***** Exercise data
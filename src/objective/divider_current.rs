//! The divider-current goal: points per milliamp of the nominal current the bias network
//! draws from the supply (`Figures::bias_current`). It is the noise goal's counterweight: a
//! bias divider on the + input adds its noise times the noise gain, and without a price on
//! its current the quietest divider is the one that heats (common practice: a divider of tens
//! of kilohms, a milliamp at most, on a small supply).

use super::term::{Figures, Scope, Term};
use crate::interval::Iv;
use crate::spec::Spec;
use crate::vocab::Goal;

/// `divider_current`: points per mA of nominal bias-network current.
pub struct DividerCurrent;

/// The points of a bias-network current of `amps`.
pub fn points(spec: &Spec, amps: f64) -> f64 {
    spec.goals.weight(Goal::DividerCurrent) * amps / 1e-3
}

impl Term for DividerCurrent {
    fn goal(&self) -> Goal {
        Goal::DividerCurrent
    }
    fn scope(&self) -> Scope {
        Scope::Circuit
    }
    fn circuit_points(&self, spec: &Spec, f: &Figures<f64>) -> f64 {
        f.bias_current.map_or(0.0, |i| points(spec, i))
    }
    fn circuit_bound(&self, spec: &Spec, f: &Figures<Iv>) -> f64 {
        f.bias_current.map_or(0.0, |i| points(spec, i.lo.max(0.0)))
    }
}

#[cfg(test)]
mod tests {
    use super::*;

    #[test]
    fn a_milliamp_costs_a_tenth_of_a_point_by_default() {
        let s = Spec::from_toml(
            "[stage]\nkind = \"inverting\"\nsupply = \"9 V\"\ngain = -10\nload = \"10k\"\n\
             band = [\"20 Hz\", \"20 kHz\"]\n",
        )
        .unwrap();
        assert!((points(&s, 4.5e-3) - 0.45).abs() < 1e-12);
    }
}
**********
***** Exercise data
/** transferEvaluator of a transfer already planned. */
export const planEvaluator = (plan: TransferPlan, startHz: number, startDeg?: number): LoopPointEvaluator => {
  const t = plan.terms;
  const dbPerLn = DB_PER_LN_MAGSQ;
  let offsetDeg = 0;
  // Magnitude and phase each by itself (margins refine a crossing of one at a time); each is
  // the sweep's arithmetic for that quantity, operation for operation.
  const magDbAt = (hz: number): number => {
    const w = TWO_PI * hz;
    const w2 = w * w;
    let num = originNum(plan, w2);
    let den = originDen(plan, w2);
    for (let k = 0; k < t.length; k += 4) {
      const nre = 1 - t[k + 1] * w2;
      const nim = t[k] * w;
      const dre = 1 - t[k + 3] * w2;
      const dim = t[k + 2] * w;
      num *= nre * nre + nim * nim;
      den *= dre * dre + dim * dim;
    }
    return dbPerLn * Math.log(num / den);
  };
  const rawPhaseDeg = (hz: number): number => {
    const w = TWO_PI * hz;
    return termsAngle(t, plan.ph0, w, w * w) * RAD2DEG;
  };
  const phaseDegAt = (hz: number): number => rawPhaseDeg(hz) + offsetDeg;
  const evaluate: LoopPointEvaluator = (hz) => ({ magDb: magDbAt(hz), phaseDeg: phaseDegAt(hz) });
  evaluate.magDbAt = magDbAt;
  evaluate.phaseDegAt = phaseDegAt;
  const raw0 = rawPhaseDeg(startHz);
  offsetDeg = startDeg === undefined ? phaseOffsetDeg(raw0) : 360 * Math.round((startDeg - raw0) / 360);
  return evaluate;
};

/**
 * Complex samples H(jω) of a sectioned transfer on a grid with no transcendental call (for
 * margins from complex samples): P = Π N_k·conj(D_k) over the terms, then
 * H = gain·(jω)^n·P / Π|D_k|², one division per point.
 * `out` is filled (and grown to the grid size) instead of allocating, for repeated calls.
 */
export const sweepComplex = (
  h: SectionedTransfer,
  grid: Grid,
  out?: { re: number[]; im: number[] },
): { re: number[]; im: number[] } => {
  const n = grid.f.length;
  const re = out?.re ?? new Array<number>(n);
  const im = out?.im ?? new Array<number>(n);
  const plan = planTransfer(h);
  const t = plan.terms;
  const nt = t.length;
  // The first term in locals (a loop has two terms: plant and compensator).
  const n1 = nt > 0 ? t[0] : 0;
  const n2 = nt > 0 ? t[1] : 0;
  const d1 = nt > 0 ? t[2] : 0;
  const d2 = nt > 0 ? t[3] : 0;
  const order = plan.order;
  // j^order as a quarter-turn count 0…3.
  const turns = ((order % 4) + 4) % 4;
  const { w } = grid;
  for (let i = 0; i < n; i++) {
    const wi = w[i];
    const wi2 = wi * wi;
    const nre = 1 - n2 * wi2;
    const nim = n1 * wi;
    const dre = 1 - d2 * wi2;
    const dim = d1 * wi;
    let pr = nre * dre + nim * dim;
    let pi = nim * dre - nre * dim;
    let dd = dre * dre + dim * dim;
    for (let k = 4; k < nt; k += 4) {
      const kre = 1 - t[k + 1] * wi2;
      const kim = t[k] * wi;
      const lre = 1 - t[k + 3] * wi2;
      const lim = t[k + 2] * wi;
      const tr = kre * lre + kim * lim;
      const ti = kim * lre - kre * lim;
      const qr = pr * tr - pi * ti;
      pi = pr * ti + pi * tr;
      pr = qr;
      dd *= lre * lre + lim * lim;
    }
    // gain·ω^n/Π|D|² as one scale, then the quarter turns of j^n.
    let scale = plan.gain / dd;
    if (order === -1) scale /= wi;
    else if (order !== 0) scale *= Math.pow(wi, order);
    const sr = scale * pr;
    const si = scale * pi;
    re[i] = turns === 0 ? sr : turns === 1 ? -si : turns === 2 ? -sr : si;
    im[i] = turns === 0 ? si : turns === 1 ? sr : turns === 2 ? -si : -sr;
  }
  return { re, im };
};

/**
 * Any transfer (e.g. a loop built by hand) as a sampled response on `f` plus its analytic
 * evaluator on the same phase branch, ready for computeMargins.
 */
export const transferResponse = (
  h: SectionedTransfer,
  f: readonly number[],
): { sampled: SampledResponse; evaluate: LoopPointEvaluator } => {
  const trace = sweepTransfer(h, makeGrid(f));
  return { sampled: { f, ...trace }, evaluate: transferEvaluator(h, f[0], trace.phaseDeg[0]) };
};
**********
In the listing, find each line with the string "order" and copy it.

→ Answer for the task
  const order = plan.order;
  // j^order as a quarter-turn count 0…3.
  const turns = ((order % 4) + 4) % 4;
    if (order === -1) scale /= wi;
    else if (order !== 0) scale *= Math.pow(wi, order);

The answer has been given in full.